Satu-persatu anak tangga ia lewati, hingga akhir. Ia pun melangkahkan kakinya menuju ruang tamu untuk menghampiri omanya.

"Oma liat ponsel a ---" ucapan Adzwa terhenti, ketika kedua matanya melihat orang-orang yang tak asing lagi baginya. Mata Adzwa tiba-tiba memanas, hatinya kembali goyah setelah lamanya ia mencoba tegar.

"Zahwa!" ucap Zivan dan Zahra serentak, lalu menghampiri Adzwa dan memeluknya.

"Kenapa? Kenapa ada mereka di sini? Siapa yang memberitahu mereka kalau gue di sini? Kenapa harus mereka yang ada di sini?" batin Adzwa, perlahan air matanya menetes begitu saja.

"Kita semua kangen banget sama lo, kita ke sini mau jemput lo untuk sama-sama lagi," kata Zahra yang masih memeluk Adzwa.

"Lepasin gue!" bentak Adzwa sambil melepaskan pelukannya dari Zahra dan Zivan.

"Zahwa, lo kenapa?"

"Oma, kenapa ada mereka di sini?" tanya Adzwa, namun omanya hanya melihatnya dengan nanar ke arah Adzwa, ketika melihat cucunya menangis. Ia hanya ingin mengembalikan kebahagiaan Adzwa.

"Oma jawab aku, kenapa mereka ada di sini? Kenapa Oma biarkan mereka datang ke sini? Kenapa Oma tega sama aku?" tanya Adzwa bertubi-tubi.

"Apa maksud lo, Zahwa? kita ke sini, karena kita keluarga lo. Gue abang lo, dan Zahra saudara lo. Kita keluarga lo Zahwa!" ucap Zivan pada adiknya yang telah lama tak bertemu.

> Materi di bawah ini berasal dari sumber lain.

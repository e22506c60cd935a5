import * as z from 'zod/mini';

const figure = z.nullable(z.number());
/** Base-raster pixels. */
const place = z.tuple([z.number(), z.number()]);
/** Offset and elevation, document length unit. */
const sectionPlace = z.tuple([z.number(), z.number()]);

/** One place of a profile. Heads in the document's length unit, pressures in kPa or lb/ft². */
export const profileSample = z.object({
  /** Distance along the profile in the natural section; null in a grid. */
  distance: figure,
  offset: z.number(),
  elevation: z.number(),
  at: place,
  status: z.enum(['read', 'abovePhreatic', 'withheld']),
  reason: z.nullable(z.object({ code: z.string(), text: z.string() })),
  /** What is doubtful about the figure; null when nothing is. */
  doubtful: z.nullable(z.object({ code: z.string(), text: z.string() })),
  /** All ± hold 95 %. */
  totalHead: figure,
  totalHeadPlusMinus: figure,
  pressureHead: figure,
  /** u = γw(h − z); 0 above the phreatic line (suction left out). */
  porePressure: figure,
  porePressurePlusMinus: figure,
  /** u over the weight of the soil vertically above; null without a ground line above it or a unit weight. */
  ru: figure,
});
export type ProfileSample = z.infer<typeof profileSample>;

/** Forces for a run of one length unit of dam: kN per m or lb per ft. */
const resultant = z.object({
  /** Towards growing offsets, and upwards. */
  horizontal: z.number(),
  vertical: z.number(),
  size: z.number(),
  /** Of the size, along the resultant. */
  plusMinus: figure,
  /** Where the line of action meets the straight line through the ends of the base, and how far from its first end. */
  actsAt: z.nullable(sectionPlace),
  arm: figure,
});

/** A line, a list of places or a grid along which the net was read. */
export const profileReading = z.object({
  id: z.string(),
  name: z.string(),
  order: z.number(),
  use: z.enum(['base', 'slipSurface', 'filterBoundary', 'borehole', 'other']),
  samples: z.array(profileSample),
  /** Why the profile as a whole has no samples, or fewer than asked for; null when it has all. */
  remark: z.nullable(z.object({ code: z.string(), text: z.string() })),
  /**
   * Water pressure on a base: the whole, tailwater included, and its excess over the tailwater's own pressure. Drains
   * and cracked length are not in it. Null for other uses, and the reason where a base has none.
   */
  uplift: z.nullable(
    z.object({
      total: z.nullable(resultant),
      /** Null without a tailwater. */
      excess: z.nullable(resultant),
      note: z.string(),
    }),
  ),
});
export type ProfileReading = z.infer<typeof profileReading>;

/** A cell at which the water leaves the ground. Gradients are positive upwards. */
export const exitReading = z.object({
  /** The boundary at which it leaves, and the lines beside the cell. */
  outlet: z.string(),
  before: z.string(),
  left: z.string(),
  right: z.string(),
  /** Middle of the cell's side on the outlet. */
  at: place,
  offset: z.number(),
  elevation: z.number(),
  /** Cell average Δh/ℓ. */
  cellGradient: figure,
  cellGradientPlusMinus: figure,
  length: z.number(),
  headLost: figure,
  /** Gradient at the place itself, by the field; null where it has no bound and where it could not be worked out. */
  pointGradient: figure,
  /** `singular`: at a floor edge or re-entrant corner, where the gradient at a point has no bound. */
  pointState: z.enum(['read', 'singular', 'unknown']),
  /** Slope of the outlet there in degrees, 0 to 90. */
  slopeDeg: z.number(),
  /** γ'/γw of the soil there; null while its weight is not known. */
  criticalGradient: figure,
  /** i_c/i by the cell average, for upward flow through level ground only. */
  factor: figure,
  /** i_c/i by the gradient at the place. */
  pointFactor: figure,
  /** Why there is no factor; empty when there is one. */
  factorNote: z.string(),
  /** Force of the seepage per volume, i·γw by the cell average, kN/m³ or lb/ft³. */
  seepageForce: figure,
});
export type ExitReading = z.infer<typeof exitReading>;

/** The prism of soil beside a wall at which water leaves: depth D, width D/2. */
export const heaveReading = z.object({
  /** The impervious line that is the wall, and the outlet beside it. */
  wall: z.string(),
  outlet: z.string(),
  /** Tip of the wall. */
  at: place,
  depth: z.number(),
  width: z.number(),
  meanExcessHead: figure,
  meanExcessHeadPlusMinus: figure,
  factor: figure,
  /** Why there is no factor; empty when there is one. */
  note: z.string(),
});
export type HeaveReading = z.infer<typeof heaveReading>;

/** Creep along the contact of the structure, beside the net as a rough cross-check. */
export const creepReading = z.object({
  /** The impervious lines of the contact. */
  lines: z.array(z.string()),
  steep: z.number(),
  flat: z.number(),
  weightedLength: z.number(),
  /** Lane's weighted creep ratio. */
  weightedRatio: figure,
});
export type CreepReading = z.infer<typeof creepReading>;

export const stabilityReading = z.object({
  heave: z.array(heaveReading),
  /** Null where no impervious contact leads from the headwater to the outlet, and in a section with a phreatic line. */
  creep: z.nullable(creepReading),
});
export type StabilityReading = z.infer<typeof stabilityReading>;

"Udah pernah gue bilang, kan? Kalau gue itu, bukan Zahwa. Gue bukan, Zahwa! Zahwa yang lo maksud itu udah mati, dan perlu lo tau. Gue gak punya Abang yang ingkar janji, gue gak punya saudara yang maruk, gue gak punya Mama, gue gak punya Papa. Bahkan, gue gak punya keluarga. Gue cuma punya, Oma. Hanya Oma yang gue punya!" balas Adzwa dengan suara meninggi, mengungkapkan semuanya yang selama ini ia pendam.

"Sayang, kenapa kamu bicara seperti itu? Mereka ke sini untuk jemput kamu, itu, kan, yang kamu mau sejak dulu? Harusnya kamu senang, bujuk Oma pada Adzwa.

"Enggak, Oma! Aku gak pernah senang di jemput sama mereka, aku gak mau ikut mereka lagi. Mereka bukan siapa-siapa aku lagi. Karena dari dulu aku hanya orang asing bagi mereka." Air mata Adzwa semakin berderai, dadanya sesak, hatinya terasa perih. Kenyataannya, bertemu dengan mereka malah membuat lukanya semakin dalam.